_Stored data_

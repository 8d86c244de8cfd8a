#!/usr/bin/python3
"""bench_memory.py: what one cached result and one queued job cost a
broker in RAM, measured from the outside as the growth of the broker
process's resident set (VmRSS in /proc/PID/status).

  cached  a real fitfarm-broker (durable store in a temporary folder) and 2
          fitfarm-worker processes; `fitfarm eval` sends --rounds rounds of
          --per-round distinct sphere genomes (8 doubles), each round waited
          for, and the broker's VmRSS is read after each. Every result stays
          cached in RAM (the cache's default caps hold a million).
  queued  a second broker with one worker of one slot, busy with an
          evaluation of the `spin` plugin that takes ten minutes, so what the
          rounds send stays queued; each round is one `fitfarm eval` of spin
          genomes left running, and VmRSS is read once `fitfarm status --json`
          shows the round's genomes requested. Those clients are ended by PID.

Each figure is the slope of a least-squares line through (count, VmRSS) of
the rounds after the first --warm ones, in bytes per result or per job.
The warm-up rounds also fill SQLite's page cache, which grows with the
store up to its fixed cap (64 MiB, broker/store.c: about 150,000 sphere
evaluations' pages) and then stays: the slope past it is what the
broker's own tables cost per evaluation, which is what grows without
bound as a search goes on. The
queued figure is printed with the genome's 64 bytes subtracted. glibc
keeps freed memory for reuse, so one round's transient buffers are reused
by the next and the slope is what stays. Run from the source tree after a
Release build:
    /usr/bin/python3 tests/bench/bench_memory.py [--build build]
        [--rounds 8] [--per-round 50000] [--warm 4] [--only cached|queued]
Processes started here are ended by PID."""
import argparse
import json
import os
import statistics
import subprocess
import sys
import tempfile
import time

from benchproc import DIM, genomes_jsonl, stop

GENOME_BYTES = DIM * 8


def rss_bytes(pid):
    with open(f"/proc/{pid}/status") as f:
        for line in f:
            if line.startswith("VmRSS:"):
                return int(line.split()[1]) * 1024
    raise RuntimeError("no VmRSS line")


def start_broker(build, work):
    epfile = os.path.join(work, "endpoints")
    store = os.path.join(work, "store")
    proc = subprocess.Popen(
        [os.path.join(build, "broker", "fitfarm-broker"), "--insecure",
         "--clients", "tcp://127.0.0.1:*", "--workers", "tcp://127.0.0.1:*",
         "--endpoints-file", epfile, "--store", store],
        stdout=subprocess.DEVNULL, stderr=open(os.path.join(work, "broker.log"), "w"))
    deadline = time.time() + 60
    while not os.path.exists(epfile):
        if proc.poll() is not None or time.time() > deadline:
            stop(proc)
            sys.exit("bench_memory: the broker did not start (see broker.log)")
        time.sleep(0.01)
    eps = dict(line.split(" ", 1) for line in open(epfile).read().splitlines() if " " in line)
    return proc, eps["clients"], eps["workers"]


def slope(points):
    """Least-squares slope of (x, y) points."""
    xs = [p[0] for p in points]
    ys = [p[1] for p in points]
    return statistics.linear_regression(xs, ys).slope


def cli(build):
    return os.path.join(build, "client", "fitfarm")


def start_workers(build, workers, n):
    return [subprocess.Popen(
        [os.path.join(build, "worker", "fitfarm-worker"), "--insecure", "--broker", workers,
         "--slots", "1", "--plugin-dir", os.path.join(build, "plugins")],
        stdout=subprocess.DEVNULL, stderr=subprocess.DEVNULL) for _ in range(n)]


def measure_cached(build, rounds, per_round, warm):
    work = tempfile.mkdtemp(prefix="fitfarm-bench-mem-")
    broker, clients, workers = start_broker(build, work)
    wprocs = start_workers(build, workers, 2)
    wait_workers(build, clients, 2)
    points = []
    try:
        for r in range(rounds):
            out = subprocess.run(
                [cli(build), "eval", "--broker", clients, "--insecure", "--plugin", "sphere",
                 "--run", f"mem-cached-{r}"],
                input=genomes_jsonl(per_round, r * 1e6), capture_output=True, text=True,
                timeout=900)
            if out.returncode != 0:
                sys.exit(f"bench_memory: fitfarm eval failed: {out.stderr.strip()}")
            rss = rss_bytes(broker.pid)
            points.append(((r + 1) * per_round, rss))
            print(f"cached_round_{r + 1}: {(r + 1) * per_round} results "
                  f"{rss / 1048576:.1f} MiB", flush=True)
    finally:
        for w in wprocs:
            stop(w)
        stop(broker)
        subprocess.run(["rm", "-rf", work], check=False)
    return slope(points[warm:])


def status(build, clients):
    out = subprocess.run([cli(build), "status", "--broker", clients, "--insecure", "--json"],
                         capture_output=True, text=True, timeout=60)
    return json.loads(out.stdout.splitlines()[0]) if out.returncode == 0 else None


def wait_workers(build, clients, n):
    deadline = time.time() + 60
    while True:
        view = status(build, clients)
        if view and len(view["workers"]) >= n:
            return
        if time.time() > deadline:
            sys.exit("bench_memory: the workers did not register")
        time.sleep(0.1)


def queued_count(build, clients):
    view = status(build, clients)
    return sum(run["queued"] + run["running"] for run in view["runs"]) if view else -1


def measure_queued(build, rounds, per_round, warm):
    work = tempfile.mkdtemp(prefix="fitfarm-bench-mem-")
    broker, clients, workers = start_broker(build, work)
    wprocs = start_workers(build, workers, 1)
    wait_workers(build, clients, 1)
    waiting = []
    points = []
    try:
        for r in range(rounds):
            path = os.path.join(work, f"round{r}.jsonl")
            with open(path, "w") as f:
                f.write(genomes_jsonl(per_round, r * 1e6))
            waiting.append(subprocess.Popen(
                [cli(build), "eval", "--broker", clients, "--insecure", "--plugin", "spin",
                 "--params", '{"ms": 600000}', "--timeout", "7200",
                 "--run", f"mem-queued-{r}", "--in", path],
                stdout=subprocess.DEVNULL, stderr=subprocess.DEVNULL))
            want = (r + 1) * per_round
            deadline = time.time() + 300
            while queued_count(build, clients) < want:
                if waiting[-1].poll() is not None or time.time() > deadline:
                    sys.exit("bench_memory: the broker did not queue the round")
                time.sleep(0.2)
            time.sleep(0.3)  # the acceptance's buffers are freed
            rss = rss_bytes(broker.pid)
            points.append((want, rss))
            print(f"queued_round_{r + 1}: {want} jobs {rss / 1048576:.1f} MiB", flush=True)
    finally:
        for p in waiting:
            stop(p)
        for w in wprocs:
            stop(w)
        stop(broker)
        subprocess.run(["rm", "-rf", work], check=False)
    return slope(points[warm:])


def main():
    ap = argparse.ArgumentParser(description=__doc__.splitlines()[0])
    ap.add_argument("--build", default="build")
    ap.add_argument("--rounds", type=int, default=8)
    ap.add_argument("--per-round", type=int, default=50000)
    ap.add_argument("--warm", type=int, default=4)
    ap.add_argument("--only", choices=["cached", "queued"])
    a = ap.parse_args()
    if a.warm < 0 or a.rounds < a.warm + 2 or a.per_round < 1:
        sys.exit("bench_memory: --rounds must be at least --warm + 2, --per-round at least 1")
    if a.only != "queued":
        cached = measure_cached(a.build, a.rounds, a.per_round, a.warm)
        print(f"broker_bytes_per_cached_result: {cached:.0f} bytes (the fitness: 8 bytes)",
              flush=True)
    if a.only != "cached":
        queued = measure_queued(a.build, a.rounds, a.per_round, a.warm)
        print(f"broker_bytes_per_queued_job_beyond_genome: {queued - GENOME_BYTES:.0f} bytes "
              f"(genome {GENOME_BYTES} bytes)")


if __name__ == "__main__":
    main()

_TASK OBJECTIVE_
Beginning at the first line above, repeat exactly until the line containing "rounds send stays", which is included.

_TASK OUTPUT_
repository 8d86c244de8cfd8a
#!/usr/bin/python3
"""bench_memory.py: what one cached result and one queued job cost a
broker in RAM, measured from the outside as the growth of the broker
process's resident set (VmRSS in /proc/PID/status).

  cached  a real fitfarm-broker (durable store in a temporary folder) and 2
          fitfarm-worker processes; `fitfarm eval` sends --rounds rounds of
          --per-round distinct sphere genomes (8 doubles), each round waited
          for, and the broker's VmRSS is read after each. Every result stays
          cached in RAM (the cache's default caps hold a million).
  queued  a second broker with one worker of one slot, busy with an
          evaluation of the `spin` plugin that takes ten minutes, so what the
          rounds send stays queued; each round is one `fitfarm eval` of spin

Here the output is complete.